Mais je vis alors le visage du conducteur – ordinaire, les joues flasques et non rasées – terriblement près, et je nous vis, la foule sur le quai, de son point de vue, tous prêts à tomber sur les rails. Faisait-il des cauchemars en imaginant qu’un jour quelqu’un sauterait ?

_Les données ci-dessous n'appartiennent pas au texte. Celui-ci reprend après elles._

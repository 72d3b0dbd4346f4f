"""Hostile and damaged files: an entity bomb, a zip bomb, a truncated or corrupted file,
a sheet claiming or holding far too many rows or columns, and a formula never
calculated.  Each ends in a `ScenarioError` (exit code 2 on the command line) that says
what is wrong in a coordinator's words, quickly, and with no traceback."""

from __future__ import annotations

import io
import subprocess
import sys
import time
import zipfile
from pathlib import Path

import pytest
from openpyxl import load_workbook

from helpers import build_workbook, minimal_sheets, set_value, workbook_bytes
from reagentplan import workbook as wbmod
from reagentplan.errors import ScenarioError
from reagentplan.scenario import load_scenario

ROOT = Path(__file__).resolve().parents[1]

#: Ten levels of ten: about 1 GB of text once expanded (the "billion laughs" attack).
BILLION_LAUGHS = (b'<?xml version="1.0"?>\n<!DOCTYPE lolz [\n<!ENTITY lol "lol">\n'
                  + b"".join(b'<!ENTITY lol%d "%s">\n' % (k, (b"&lol%d;" % (k - 1) if k > 1 else b"&lol;") * 10)
                             for k in range(1, 10))
                  + b"]>\n")


def rewrite(raw: bytes, members: dict) -> bytes:
    """A copy of the zip ``raw`` with some members' bytes changed by ``members[name](old)``
    (or added, for a name it does not have)."""
    src = zipfile.ZipFile(io.BytesIO(raw))
    out = io.BytesIO()
    with zipfile.ZipFile(out, "w", zipfile.ZIP_DEFLATED) as dst:
        for info in src.infolist():
            data = src.read(info.filename)
            if info.filename in members:
                data = members[info.filename](data)
            dst.writestr(info.filename, data)
        for name, make in members.items():
            if name not in src.namelist():
                dst.writestr(name, make(b""))
    return out.getvalue()


def member_of_sheet(raw: bytes, title: str) -> str:
    wb = load_workbook(io.BytesIO(raw), read_only=True)
    index = wb.sheetnames.index(title) + 1
    wb.close()
    return f"xl/worksheets/sheet{index}.xml"


def refused(raw: bytes, *parts: str) -> str:
    t0 = time.perf_counter()
    with pytest.raises(ScenarioError) as info:
        load_scenario(raw)
    seconds = time.perf_counter() - t0
    text = info.value.report()
    for p in parts:
        assert p in text, text
    assert seconds < 30, f"refusing took {seconds:.1f} s"  # a bound on a hang, not a speed target
    return text


def cli(path: Path) -> subprocess.CompletedProcess:
    return subprocess.run([sys.executable, "-m", "reagentplan", "check", str(path)],
                          capture_output=True, text=True, timeout=120, cwd=ROOT)


@pytest.fixture(scope="module")
def good() -> bytes:
    return workbook_bytes(minimal_sheets())


# --------------------------------------------------------------------------- entity bomb


def _bomb_sheet(xml: bytes) -> bytes:
    body = xml.split(b"?>", 1)[-1] if xml.startswith(b"<?xml") else xml
    return BILLION_LAUGHS + body.replace(b"<t>Test Station</t>", b"<t>&lol9;</t>")


def test_entity_bomb_in_a_sheet_is_refused_unexpanded(good, tmp_path):
    raw = rewrite(good, {member_of_sheet(good, "plant"): _bomb_sheet})
    text = refused(raw, wbmod.UNREADABLE, "XML entities")
    assert "lol" not in text
    path = tmp_path / "bomb.xlsx"
    path.write_bytes(raw)
    r = cli(path)
    assert r.returncode == 2, r.stderr
    assert wbmod.UNREADABLE in r.stderr and "Traceback" not in r.stderr


def test_entity_declared_in_the_workbook_part_is_refused(good):
    def declare(xml: bytes) -> bytes:
        return (b'<?xml version="1.0"?>\n<!DOCTYPE workbook [<!ENTITY x "y">]>\n'
                + (xml.split(b"?>", 1)[-1] if xml.startswith(b"<?xml") else xml))

    refused(rewrite(good, {"xl/workbook.xml": declare}), wbmod.UNREADABLE, "XML entities")


def test_reading_requires_defusedxml():
    import openpyxl

    assert openpyxl.DEFUSEDXML, "openpyxl must parse through defusedxml"


# --------------------------------------------------------------------------- zip bomb


def test_zip_bomb_is_refused_before_it_is_unpacked(good, tmp_path):
    """210 MB of spaces in a member: 0.2 MB on disk, over the 200 MB unpacked limit."""
    src = zipfile.ZipFile(io.BytesIO(good))
    out = io.BytesIO()
    with zipfile.ZipFile(out, "w", zipfile.ZIP_DEFLATED, compresslevel=9) as dst:
        for info in src.infolist():
            dst.writestr(info.filename, src.read(info.filename))
        with dst.open("xl/media/padding.bin", "w", force_zip64=True) as fh:
            chunk = b" " * 2**20
            for _ in range(210):
                fh.write(chunk)
    raw = out.getvalue()
    assert len(raw) < 2**20
    text = refused(raw, wbmod.UNREADABLE, "would unpack to 210 MB", "at most 200 MB")
    path = tmp_path / "zipbomb.xlsx"
    path.write_bytes(raw)
    r = cli(path)
    assert r.returncode == 2 and "would unpack to" in r.stderr and "Traceback" not in r.stderr
    assert text


# --------------------------------------------------------------------------- damaged files


@pytest.mark.parametrize("keep", [0.5, 0.9, 0.99])
def test_truncated_file(good, tmp_path, keep):
    raw = good[: int(len(good) * keep)]
    refused(raw, wbmod.UNREADABLE, "damaged or cut short")
    path = tmp_path / "cut.xlsx"
    path.write_bytes(raw)
    r = cli(path)
    assert r.returncode == 2 and "cut short" in r.stderr and "Traceback" not in r.stderr


def test_corrupted_member_is_reported_as_damaged(good):
    """Bytes flipped inside a compressed sheet: the zip's directory is intact, the CRC is not."""
    name = member_of_sheet(good, "generation")
    zf = zipfile.ZipFile(io.BytesIO(good))
    info = zf.getinfo(name)
    start = info.header_offset + 30 + len(info.filename.encode()) + len(info.extra)
    bad = bytearray(good)
    for k in range(start + 20, start + 60):
        bad[k] ^= 0x55
    refused(bytes(bad), wbmod.UNREADABLE, "damaged")


def test_an_xls_or_password_protected_workbook_is_named_as_such():
    ole2 = b"\xd0\xcf\x11\xe0\xa1\xb1\x1a\xe1" + b"\0" * 600
    text = refused(ole2, wbmod.UNREADABLE, "old-style .xls workbook or a password-protected one")
    assert "remove the password" in text


def test_a_zip_that_is_not_a_workbook(tmp_path):
    out = io.BytesIO()
    with zipfile.ZipFile(out, "w") as z:
        z.writestr("photo.jpg", b"\xff\xd8\xff")
    refused(out.getvalue(), wbmod.UNREADABLE, "not a workbook")


# --------------------------------------------------------------------------- sizes of sheets


def test_a_sheet_claiming_a_million_rows_is_read_by_what_it_holds(good):
    """The ``dimension`` tag says A1:XFD1048576; the loader ignores the claim."""
    def claim(xml: bytes) -> bytes:
        import re

        return re.sub(rb'<dimension ref="[^"]*"', b'<dimension ref="A1:XFD1048576"', xml)

    raw = rewrite(good, {member_of_sheet(good, "generation"): claim})
    t0 = time.perf_counter()
    scn = load_scenario(raw)
    assert len(scn.generation) == 10
    assert time.perf_counter() - t0 < 30


def test_rows_beyond_the_cap_are_refused(tmp_path):
    wb = build_workbook(minimal_sheets())
    wb["generation"].cell(wbmod.MAX_ROWS + 5, 1, "x")
    buf = io.BytesIO()
    wb.save(buf)
    text = refused(buf.getvalue(), "sheet 'generation'", "more than 200,000 rows")
    assert "delete the unused rows" in text


def test_columns_beyond_the_cap_are_refused():
    wb = build_workbook(minimal_sheets())
    wb["units"].cell(2, wbmod.MAX_COLUMNS + 1, 5)
    buf = io.BytesIO()
    wb.save(buf)
    refused(buf.getvalue(), "sheet 'units'", f"more than {wbmod.MAX_COLUMNS} columns")


def test_a_value_in_a_column_without_header_is_still_found():
    """Rows are no longer padded to the sheet's claimed width: a value right of the
    header is still reported."""
    s = minimal_sheets()
    s["units"][1].append(None)
    s["units"][1].append(42)
    refused(workbook_bytes(s), "sheet 'units'", "a column with values but no header")


# --------------------------------------------------------------------------- formulas


def test_uncalculated_formula_where_a_number_is_needed():
    """openpyxl writes formulas without results, like any program that does not calculate."""
    s = minimal_sheets()
    set_value(s, "units", 0, "capacity_mw", "=100*2")
    set_value(s, "scrubber", "removal_pct", None, "=90+7")  # optional: must not fall to the default
    text = refused(workbook_bytes(s), "sheet 'units', row 2, column 'capacity_mw'",
                   "found the formula '=100*2' with no calculated value",
                   "open it in Excel or LibreOffice and save it again")
    assert "sheet 'scrubber', row 2, column 'value (removal_pct)': found the formula '=90+7'" in text


def test_calculated_formula_takes_its_stored_value():
    s = minimal_sheets()
    set_value(s, "units", 0, "capacity_mw", "=100*2")
    raw = workbook_bytes(s)
    raw = rewrite(raw, {member_of_sheet(raw, "units"):
                        lambda xml: xml.replace(b"<f>100*2</f><v />", b"<f>100*2</f><v>200</v>")})
    scn = load_scenario(raw)
    assert scn.units[0].capacity_mw == 200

Notre bureau ne ressemblait en rien à ce que mon père aurait qualifié de bureau normal. Non pas qu’il ait jamais travaillé dans un bureau normal. Du moins, ce n’est pas ce que les pères normaux auraient appelé un bureau normal. Nous l’avons trouvé à la lisière de Soho et avons repris le bail de la société point com qui avait fait faillite. Il n’avait pas de murs, pas de cloisons, pas de portes. Juste une série de tables parallèles comme un réfectoire de moines moderniste. Il y a une prétendue salle de conférences exiguë et sombre, mais, en général, quand nous avons une réunion avec des clients, nous l’organisons autour d’une autre longue table sur une estrade au bout de laquelle s’assoirait le père supérieur. Des lumières style industriel sont accrochées au plafond, et les employés ont des casiers, mais pas de bureau et d’ordinateur attitrés – à part moi, car apparemment, où que je m’installe, je fiche un tel bazar que personne ne veut occuper ma place. Nous avons hérité du design de la société point com, et n’avons jamais trouvé le temps de le changer. Meg et moi nous sommes promis qu’un jour nous le transformerions en vrai bureau avec des murs, pour ne pas avoir à nous regarder toute la journée, mais je doute que nous nous donnions ce mal.
Je passai la porte à huit heures cinq, ce qui, vu les circonstances, méritait à mon avis une entrée dans le Livre Guinness des Records. Le bureau était vide et silencieux. Bien. Je disposais à peu près d’une demi-heure. Je me préparai une tasse de café et me mis à travailler. J’entendis un bruit et me retournai d’un coup. C’était sûrement quelque chose dehors dans la rue. La situation me faisait sourire nerveusement, c’était plus fort que moi. Je me sentais comme un cambrioleur dans mon propre bureau. Il ne me fallut qu’un moment pour localiser les dossiers de Deborah. Ce n’était pas difficile car je savais ce que je cherchais. Comme tout voleur rusé, j’avais surveillé la maison bien longtemps à l’avance et je savais où se trouvait le butin. Je ressentis une brève satisfaction lorsque les faits me donnèrent raison, mais elle fut rapidement remplacée par l’aigreur que suscitèrent les faits en question. Je photocopiai certains documents, puis replaçai les dossiers dans le casier juste au moment où j’entendis des pas dans l’escalier.